What is expected =
Check every line of the material for the word "DeleteObjectCommand". Copy those that have it.

Given information =
━━━━━━━━━━━━━━━━━━━━━━━━━━━━━━
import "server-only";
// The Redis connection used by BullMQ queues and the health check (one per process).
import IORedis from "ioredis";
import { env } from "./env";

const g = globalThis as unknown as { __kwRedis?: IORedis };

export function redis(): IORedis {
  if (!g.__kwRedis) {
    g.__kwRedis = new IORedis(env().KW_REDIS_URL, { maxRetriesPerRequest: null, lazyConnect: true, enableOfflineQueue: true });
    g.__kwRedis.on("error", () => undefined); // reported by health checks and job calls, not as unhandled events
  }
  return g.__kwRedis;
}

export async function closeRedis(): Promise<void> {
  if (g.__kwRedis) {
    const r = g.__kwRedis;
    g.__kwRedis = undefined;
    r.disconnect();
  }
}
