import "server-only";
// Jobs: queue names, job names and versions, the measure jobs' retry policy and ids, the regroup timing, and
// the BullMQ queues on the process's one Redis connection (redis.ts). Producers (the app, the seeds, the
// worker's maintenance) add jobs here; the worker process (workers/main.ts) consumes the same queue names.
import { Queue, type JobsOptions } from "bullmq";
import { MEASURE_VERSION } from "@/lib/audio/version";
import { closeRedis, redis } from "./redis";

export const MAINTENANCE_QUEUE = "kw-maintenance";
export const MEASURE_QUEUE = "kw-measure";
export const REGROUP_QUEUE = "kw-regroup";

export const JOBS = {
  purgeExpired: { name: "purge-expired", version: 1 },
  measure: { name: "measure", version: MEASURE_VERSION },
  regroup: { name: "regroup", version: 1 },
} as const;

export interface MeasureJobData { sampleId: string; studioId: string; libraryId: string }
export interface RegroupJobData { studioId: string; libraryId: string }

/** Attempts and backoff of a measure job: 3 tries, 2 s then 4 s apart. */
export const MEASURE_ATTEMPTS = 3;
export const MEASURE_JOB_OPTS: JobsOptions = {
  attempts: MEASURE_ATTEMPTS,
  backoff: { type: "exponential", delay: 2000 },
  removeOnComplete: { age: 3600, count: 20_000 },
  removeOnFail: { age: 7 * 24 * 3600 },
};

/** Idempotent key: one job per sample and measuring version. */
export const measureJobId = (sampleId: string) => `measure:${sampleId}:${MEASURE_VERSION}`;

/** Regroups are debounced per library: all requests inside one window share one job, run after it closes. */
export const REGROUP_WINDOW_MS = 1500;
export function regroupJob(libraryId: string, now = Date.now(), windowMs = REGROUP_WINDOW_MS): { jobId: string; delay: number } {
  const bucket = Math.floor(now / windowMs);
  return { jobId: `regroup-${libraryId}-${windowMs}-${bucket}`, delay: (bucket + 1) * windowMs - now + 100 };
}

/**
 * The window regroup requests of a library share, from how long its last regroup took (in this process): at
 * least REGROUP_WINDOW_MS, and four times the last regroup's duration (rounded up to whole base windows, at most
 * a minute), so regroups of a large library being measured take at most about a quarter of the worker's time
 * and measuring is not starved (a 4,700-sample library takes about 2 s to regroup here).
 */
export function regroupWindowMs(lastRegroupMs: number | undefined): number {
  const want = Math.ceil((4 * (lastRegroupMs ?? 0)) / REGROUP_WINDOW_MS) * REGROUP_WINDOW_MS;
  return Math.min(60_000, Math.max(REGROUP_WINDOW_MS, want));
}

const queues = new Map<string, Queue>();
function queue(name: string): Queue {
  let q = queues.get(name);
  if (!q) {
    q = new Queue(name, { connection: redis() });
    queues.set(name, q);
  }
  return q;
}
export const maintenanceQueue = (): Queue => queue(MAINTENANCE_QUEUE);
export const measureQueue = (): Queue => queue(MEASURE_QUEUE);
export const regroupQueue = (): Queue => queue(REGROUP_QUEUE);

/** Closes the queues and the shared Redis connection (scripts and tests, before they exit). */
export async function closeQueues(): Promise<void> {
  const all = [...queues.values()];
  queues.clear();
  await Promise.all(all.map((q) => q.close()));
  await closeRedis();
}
━━━━━━━━━━━━━━━━━━━━━━━━━━━━━━
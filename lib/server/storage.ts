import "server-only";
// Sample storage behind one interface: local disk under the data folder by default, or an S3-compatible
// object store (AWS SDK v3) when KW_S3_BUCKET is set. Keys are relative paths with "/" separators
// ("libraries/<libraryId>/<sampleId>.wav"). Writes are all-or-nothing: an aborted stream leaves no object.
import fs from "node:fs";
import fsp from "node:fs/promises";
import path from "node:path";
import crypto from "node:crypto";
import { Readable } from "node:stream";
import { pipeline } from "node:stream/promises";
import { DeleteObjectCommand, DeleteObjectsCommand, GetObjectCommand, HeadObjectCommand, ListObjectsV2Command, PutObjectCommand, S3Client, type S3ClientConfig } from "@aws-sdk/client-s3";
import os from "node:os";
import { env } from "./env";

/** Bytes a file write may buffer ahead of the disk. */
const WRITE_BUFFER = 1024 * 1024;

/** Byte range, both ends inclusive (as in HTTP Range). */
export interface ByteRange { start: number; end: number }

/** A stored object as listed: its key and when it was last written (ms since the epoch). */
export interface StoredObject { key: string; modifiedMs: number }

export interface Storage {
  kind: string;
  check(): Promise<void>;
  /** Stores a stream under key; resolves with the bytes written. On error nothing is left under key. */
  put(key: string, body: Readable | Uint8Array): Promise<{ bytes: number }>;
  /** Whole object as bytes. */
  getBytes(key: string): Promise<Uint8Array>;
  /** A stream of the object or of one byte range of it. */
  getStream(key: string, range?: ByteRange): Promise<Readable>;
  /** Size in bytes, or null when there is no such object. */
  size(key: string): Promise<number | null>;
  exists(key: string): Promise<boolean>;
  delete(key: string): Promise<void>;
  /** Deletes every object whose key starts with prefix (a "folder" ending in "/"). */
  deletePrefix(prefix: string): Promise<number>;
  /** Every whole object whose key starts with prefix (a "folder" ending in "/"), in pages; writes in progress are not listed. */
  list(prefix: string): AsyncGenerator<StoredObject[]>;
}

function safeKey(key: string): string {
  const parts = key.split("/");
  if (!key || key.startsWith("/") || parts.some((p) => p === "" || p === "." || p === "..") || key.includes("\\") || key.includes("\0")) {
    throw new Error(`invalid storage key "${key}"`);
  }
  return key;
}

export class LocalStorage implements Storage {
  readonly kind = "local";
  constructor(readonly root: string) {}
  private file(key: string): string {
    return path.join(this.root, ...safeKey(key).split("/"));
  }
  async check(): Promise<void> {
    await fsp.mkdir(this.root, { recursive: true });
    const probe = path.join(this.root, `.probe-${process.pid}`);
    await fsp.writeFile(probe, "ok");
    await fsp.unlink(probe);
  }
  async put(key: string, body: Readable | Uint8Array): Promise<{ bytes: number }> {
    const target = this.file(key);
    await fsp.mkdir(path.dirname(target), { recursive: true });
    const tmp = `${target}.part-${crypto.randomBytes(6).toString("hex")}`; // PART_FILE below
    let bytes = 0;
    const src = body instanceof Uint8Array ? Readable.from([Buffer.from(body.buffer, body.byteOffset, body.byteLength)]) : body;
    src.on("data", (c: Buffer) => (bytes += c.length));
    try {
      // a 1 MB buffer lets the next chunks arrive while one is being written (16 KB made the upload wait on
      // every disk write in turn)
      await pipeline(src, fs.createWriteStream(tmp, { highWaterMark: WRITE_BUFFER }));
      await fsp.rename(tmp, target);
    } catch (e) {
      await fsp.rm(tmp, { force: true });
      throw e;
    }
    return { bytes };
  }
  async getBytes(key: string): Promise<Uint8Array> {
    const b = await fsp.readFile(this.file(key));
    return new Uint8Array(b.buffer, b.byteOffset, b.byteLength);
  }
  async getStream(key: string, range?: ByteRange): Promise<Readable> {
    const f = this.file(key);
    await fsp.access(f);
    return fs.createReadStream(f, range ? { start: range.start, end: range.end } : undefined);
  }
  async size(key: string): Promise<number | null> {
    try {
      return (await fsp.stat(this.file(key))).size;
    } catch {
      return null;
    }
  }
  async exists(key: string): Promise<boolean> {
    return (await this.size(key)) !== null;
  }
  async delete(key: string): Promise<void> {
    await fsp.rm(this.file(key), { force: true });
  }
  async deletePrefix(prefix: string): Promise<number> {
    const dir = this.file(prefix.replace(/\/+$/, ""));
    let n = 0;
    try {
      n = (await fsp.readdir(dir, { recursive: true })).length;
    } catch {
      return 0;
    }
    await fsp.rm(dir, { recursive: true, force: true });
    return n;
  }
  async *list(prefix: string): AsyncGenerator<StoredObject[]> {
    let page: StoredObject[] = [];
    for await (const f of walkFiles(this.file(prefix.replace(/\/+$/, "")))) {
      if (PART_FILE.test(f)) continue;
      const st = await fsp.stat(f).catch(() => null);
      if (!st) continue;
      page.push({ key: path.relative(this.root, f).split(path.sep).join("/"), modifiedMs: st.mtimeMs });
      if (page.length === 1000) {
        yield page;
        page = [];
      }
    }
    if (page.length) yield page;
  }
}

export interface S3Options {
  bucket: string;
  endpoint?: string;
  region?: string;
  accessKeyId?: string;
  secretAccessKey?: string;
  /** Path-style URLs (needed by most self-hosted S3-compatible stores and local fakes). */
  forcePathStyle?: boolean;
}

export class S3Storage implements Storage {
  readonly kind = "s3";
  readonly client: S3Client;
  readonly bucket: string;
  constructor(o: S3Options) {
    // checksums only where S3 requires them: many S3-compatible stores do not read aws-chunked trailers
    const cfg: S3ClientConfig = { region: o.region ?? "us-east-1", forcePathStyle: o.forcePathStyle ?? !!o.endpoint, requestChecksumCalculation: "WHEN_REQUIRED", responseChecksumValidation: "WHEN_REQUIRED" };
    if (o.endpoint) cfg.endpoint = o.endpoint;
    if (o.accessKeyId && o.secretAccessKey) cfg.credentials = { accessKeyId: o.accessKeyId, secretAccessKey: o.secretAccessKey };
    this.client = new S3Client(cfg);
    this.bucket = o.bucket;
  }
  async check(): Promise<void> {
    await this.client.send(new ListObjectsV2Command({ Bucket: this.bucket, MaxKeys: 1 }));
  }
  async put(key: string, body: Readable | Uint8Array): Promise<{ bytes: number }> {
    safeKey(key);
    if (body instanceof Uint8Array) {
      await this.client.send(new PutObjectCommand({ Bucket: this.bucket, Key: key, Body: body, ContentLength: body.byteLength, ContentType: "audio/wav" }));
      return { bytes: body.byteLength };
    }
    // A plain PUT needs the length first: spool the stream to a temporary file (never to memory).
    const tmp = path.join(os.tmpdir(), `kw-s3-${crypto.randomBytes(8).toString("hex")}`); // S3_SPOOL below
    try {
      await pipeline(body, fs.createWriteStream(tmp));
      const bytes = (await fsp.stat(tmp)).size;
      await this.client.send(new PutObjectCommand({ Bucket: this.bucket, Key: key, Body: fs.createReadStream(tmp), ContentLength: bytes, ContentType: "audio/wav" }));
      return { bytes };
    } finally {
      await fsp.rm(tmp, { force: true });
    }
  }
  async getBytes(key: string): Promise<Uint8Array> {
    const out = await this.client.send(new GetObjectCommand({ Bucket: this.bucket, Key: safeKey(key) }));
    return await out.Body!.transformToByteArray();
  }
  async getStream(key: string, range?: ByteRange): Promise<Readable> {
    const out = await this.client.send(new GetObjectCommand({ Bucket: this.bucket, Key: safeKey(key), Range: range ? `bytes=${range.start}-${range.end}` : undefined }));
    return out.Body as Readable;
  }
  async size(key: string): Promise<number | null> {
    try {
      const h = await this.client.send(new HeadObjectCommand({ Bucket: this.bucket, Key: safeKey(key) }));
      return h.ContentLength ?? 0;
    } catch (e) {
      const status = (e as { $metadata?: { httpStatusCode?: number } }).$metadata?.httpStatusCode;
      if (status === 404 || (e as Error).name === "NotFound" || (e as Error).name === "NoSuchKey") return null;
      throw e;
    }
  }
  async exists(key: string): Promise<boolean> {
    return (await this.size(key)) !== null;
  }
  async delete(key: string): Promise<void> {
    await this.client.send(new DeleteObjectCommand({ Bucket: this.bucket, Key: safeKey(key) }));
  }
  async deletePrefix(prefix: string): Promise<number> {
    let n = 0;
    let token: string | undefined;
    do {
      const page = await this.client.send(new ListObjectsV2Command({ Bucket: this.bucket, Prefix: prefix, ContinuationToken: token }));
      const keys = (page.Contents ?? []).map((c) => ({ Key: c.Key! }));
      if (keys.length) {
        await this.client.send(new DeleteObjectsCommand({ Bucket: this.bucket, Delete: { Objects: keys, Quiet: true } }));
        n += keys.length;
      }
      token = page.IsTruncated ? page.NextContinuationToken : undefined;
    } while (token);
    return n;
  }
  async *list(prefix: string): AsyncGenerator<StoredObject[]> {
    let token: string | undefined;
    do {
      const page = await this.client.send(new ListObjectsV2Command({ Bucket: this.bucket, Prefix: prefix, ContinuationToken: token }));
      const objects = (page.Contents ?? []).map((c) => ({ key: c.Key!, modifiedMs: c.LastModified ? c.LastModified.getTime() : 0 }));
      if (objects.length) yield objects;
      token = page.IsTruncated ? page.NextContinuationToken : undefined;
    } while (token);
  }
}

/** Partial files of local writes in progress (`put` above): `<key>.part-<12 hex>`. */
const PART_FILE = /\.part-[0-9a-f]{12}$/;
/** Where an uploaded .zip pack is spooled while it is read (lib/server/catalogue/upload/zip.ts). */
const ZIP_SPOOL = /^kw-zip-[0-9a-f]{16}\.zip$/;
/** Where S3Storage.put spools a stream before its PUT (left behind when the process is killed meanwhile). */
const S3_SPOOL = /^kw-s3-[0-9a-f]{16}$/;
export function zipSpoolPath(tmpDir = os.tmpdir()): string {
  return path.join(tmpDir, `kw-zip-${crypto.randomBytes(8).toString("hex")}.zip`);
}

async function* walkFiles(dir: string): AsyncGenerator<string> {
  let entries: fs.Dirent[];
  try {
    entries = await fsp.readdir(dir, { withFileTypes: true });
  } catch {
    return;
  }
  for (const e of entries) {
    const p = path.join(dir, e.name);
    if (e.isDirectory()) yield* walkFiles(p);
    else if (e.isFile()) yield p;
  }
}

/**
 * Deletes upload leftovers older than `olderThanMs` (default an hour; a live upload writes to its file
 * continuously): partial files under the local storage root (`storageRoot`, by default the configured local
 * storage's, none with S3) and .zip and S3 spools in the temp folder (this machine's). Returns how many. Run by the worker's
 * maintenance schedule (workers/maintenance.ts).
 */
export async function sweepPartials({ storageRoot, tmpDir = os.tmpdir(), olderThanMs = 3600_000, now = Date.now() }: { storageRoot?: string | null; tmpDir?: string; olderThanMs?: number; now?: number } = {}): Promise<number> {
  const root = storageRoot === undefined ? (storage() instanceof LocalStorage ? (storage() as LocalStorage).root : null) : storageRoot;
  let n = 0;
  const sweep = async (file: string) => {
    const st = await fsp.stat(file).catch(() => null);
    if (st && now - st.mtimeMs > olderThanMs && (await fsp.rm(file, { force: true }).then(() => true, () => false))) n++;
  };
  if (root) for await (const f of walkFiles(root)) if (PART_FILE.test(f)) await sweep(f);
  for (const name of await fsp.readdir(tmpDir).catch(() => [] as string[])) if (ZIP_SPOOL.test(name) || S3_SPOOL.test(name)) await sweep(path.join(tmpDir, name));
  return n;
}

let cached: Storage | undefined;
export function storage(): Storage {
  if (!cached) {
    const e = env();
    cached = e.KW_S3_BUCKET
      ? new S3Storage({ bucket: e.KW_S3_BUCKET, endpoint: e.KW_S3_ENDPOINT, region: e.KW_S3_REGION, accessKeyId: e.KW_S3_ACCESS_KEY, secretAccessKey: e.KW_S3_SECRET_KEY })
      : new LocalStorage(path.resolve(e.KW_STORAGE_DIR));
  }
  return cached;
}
━━━━━━━━━━━━━━━━━━━━━━━━━━━━━━
Your solution =
import { DeleteObjectCommand, DeleteObjectsCommand, GetObjectCommand, HeadObjectCommand, ListObjectsV2Command, PutObjectCommand, S3Client, type S3ClientConfig } from "@aws-sdk/client-s3";
    await this.client.send(new DeleteObjectCommand({ Bucket: this.bucket, Key: safeKey(key) }));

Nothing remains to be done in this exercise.